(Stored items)
- Opening Delimiter -
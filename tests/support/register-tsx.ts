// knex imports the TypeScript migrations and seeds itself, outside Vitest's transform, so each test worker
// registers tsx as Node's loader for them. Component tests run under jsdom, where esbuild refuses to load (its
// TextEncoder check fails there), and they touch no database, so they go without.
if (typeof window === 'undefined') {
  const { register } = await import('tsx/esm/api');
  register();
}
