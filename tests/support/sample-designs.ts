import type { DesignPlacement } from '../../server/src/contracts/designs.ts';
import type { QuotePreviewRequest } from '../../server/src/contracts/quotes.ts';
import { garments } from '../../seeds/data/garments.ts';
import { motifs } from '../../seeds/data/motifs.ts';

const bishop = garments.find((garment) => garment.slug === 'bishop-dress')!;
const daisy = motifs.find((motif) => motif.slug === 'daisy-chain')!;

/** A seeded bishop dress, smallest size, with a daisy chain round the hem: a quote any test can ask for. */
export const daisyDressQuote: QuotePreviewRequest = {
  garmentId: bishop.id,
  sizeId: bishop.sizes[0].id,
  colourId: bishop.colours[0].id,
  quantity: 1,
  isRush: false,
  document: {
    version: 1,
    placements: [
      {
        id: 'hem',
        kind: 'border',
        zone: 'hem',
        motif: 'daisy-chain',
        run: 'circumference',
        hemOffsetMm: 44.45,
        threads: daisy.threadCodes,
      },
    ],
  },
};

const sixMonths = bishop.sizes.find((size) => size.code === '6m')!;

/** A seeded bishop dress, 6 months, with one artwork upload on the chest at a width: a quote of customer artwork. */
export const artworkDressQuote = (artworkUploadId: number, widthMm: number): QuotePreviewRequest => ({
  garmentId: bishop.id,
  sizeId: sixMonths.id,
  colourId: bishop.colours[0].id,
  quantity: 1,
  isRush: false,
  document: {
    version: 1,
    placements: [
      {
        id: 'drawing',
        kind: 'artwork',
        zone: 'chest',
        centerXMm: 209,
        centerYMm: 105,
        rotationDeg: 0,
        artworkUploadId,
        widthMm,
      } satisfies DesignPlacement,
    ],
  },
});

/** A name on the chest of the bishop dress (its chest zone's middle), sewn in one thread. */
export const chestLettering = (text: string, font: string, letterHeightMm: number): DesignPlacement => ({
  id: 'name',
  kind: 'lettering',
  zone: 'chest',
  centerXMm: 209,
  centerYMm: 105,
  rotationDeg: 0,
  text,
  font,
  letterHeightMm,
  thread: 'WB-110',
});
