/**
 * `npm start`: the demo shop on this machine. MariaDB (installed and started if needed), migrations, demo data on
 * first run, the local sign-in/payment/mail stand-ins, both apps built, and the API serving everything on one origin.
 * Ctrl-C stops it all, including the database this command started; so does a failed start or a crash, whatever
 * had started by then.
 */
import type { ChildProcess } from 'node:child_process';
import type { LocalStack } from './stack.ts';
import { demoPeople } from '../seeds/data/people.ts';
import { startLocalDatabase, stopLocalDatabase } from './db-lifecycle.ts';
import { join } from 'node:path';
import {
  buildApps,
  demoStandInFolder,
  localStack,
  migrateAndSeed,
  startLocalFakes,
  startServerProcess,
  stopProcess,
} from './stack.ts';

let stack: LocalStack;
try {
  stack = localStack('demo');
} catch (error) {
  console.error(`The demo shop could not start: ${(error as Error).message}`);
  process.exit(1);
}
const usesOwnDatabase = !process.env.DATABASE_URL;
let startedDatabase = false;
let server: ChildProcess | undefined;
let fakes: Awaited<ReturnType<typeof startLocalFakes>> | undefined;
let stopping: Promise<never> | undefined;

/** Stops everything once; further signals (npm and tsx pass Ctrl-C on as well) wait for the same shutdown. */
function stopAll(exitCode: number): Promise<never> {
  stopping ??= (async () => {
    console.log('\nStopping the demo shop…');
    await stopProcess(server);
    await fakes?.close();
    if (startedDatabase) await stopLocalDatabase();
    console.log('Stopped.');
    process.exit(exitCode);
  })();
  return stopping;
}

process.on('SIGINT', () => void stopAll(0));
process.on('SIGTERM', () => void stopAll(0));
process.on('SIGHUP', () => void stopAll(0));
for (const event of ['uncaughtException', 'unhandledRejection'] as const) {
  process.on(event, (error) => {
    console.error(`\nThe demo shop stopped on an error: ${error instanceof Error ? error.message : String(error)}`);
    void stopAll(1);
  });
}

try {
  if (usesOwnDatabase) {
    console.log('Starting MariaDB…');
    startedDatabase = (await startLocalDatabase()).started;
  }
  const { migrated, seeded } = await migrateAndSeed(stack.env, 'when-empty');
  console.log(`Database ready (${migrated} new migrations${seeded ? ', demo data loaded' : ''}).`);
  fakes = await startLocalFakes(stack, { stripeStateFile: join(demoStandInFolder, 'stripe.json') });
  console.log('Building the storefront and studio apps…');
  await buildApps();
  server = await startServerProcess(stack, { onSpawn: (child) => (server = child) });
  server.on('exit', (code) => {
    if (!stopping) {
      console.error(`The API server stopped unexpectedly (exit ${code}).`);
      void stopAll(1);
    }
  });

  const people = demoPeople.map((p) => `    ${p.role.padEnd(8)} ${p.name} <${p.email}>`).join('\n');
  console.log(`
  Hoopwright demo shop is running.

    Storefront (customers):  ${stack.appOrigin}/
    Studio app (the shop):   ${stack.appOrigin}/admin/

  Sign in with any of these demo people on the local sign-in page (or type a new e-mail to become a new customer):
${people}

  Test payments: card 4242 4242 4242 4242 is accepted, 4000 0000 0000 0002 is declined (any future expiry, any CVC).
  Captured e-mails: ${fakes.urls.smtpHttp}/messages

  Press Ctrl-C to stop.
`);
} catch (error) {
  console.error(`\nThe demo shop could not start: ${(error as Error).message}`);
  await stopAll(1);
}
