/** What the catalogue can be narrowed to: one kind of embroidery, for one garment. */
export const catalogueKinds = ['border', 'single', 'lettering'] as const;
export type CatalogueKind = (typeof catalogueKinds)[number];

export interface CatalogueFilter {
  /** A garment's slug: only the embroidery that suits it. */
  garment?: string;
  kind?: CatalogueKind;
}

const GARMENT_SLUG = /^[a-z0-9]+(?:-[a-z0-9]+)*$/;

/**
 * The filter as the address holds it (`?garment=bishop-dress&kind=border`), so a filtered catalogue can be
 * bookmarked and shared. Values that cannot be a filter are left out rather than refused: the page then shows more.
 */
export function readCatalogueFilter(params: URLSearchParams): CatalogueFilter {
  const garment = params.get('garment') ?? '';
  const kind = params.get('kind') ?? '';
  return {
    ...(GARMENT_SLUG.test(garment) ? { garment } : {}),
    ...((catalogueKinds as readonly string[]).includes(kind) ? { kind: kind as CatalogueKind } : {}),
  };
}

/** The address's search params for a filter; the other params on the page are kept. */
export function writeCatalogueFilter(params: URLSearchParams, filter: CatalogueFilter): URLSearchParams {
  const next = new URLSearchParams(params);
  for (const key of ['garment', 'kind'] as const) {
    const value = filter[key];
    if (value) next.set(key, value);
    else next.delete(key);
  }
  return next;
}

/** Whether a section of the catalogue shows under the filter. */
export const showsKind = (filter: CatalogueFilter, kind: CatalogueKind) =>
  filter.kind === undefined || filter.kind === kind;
- Closing Delimiter -
- Opening Delimiter -
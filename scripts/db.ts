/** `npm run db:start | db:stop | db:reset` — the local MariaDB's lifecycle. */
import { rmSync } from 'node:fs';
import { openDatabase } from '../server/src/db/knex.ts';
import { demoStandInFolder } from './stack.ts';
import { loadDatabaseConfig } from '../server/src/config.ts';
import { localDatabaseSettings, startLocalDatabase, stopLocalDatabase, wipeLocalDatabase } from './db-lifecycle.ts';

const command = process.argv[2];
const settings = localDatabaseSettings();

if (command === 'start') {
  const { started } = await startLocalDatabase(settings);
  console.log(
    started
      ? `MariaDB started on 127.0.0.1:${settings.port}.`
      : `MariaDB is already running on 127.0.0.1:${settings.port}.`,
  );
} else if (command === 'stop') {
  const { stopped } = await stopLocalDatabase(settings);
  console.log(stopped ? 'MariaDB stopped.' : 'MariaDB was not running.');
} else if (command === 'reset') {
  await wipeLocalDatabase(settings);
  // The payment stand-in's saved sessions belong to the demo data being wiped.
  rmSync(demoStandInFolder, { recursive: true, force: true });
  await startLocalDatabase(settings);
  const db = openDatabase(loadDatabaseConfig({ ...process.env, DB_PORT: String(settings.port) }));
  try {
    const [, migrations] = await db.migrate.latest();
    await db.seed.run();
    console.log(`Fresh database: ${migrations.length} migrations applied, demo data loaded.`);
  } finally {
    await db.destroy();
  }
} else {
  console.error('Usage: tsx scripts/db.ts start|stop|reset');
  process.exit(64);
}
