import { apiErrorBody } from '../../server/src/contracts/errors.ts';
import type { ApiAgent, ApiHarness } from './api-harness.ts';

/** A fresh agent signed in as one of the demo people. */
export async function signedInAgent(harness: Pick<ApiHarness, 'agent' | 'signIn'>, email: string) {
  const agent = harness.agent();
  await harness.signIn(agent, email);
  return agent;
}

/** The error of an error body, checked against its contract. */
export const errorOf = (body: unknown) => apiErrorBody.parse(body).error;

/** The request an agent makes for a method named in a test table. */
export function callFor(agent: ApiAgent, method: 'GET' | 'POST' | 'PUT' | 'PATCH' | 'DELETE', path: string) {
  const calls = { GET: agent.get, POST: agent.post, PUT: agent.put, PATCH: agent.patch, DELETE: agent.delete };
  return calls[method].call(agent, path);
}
- Closing Delimiter -
TASK INSTRUCTIONS: Which of the lines above carry the string "page"? Copy every one.

EXPECTED ANSWER:
  Sign in with any of these demo people on the local sign-in page (or type a new e-mail to become a new customer):
 * bookmarked and shared. Values that cannot be a filter are left out rather than refused: the page then shows more.
/** The address's search params for a filter; the other params on the page are kept. */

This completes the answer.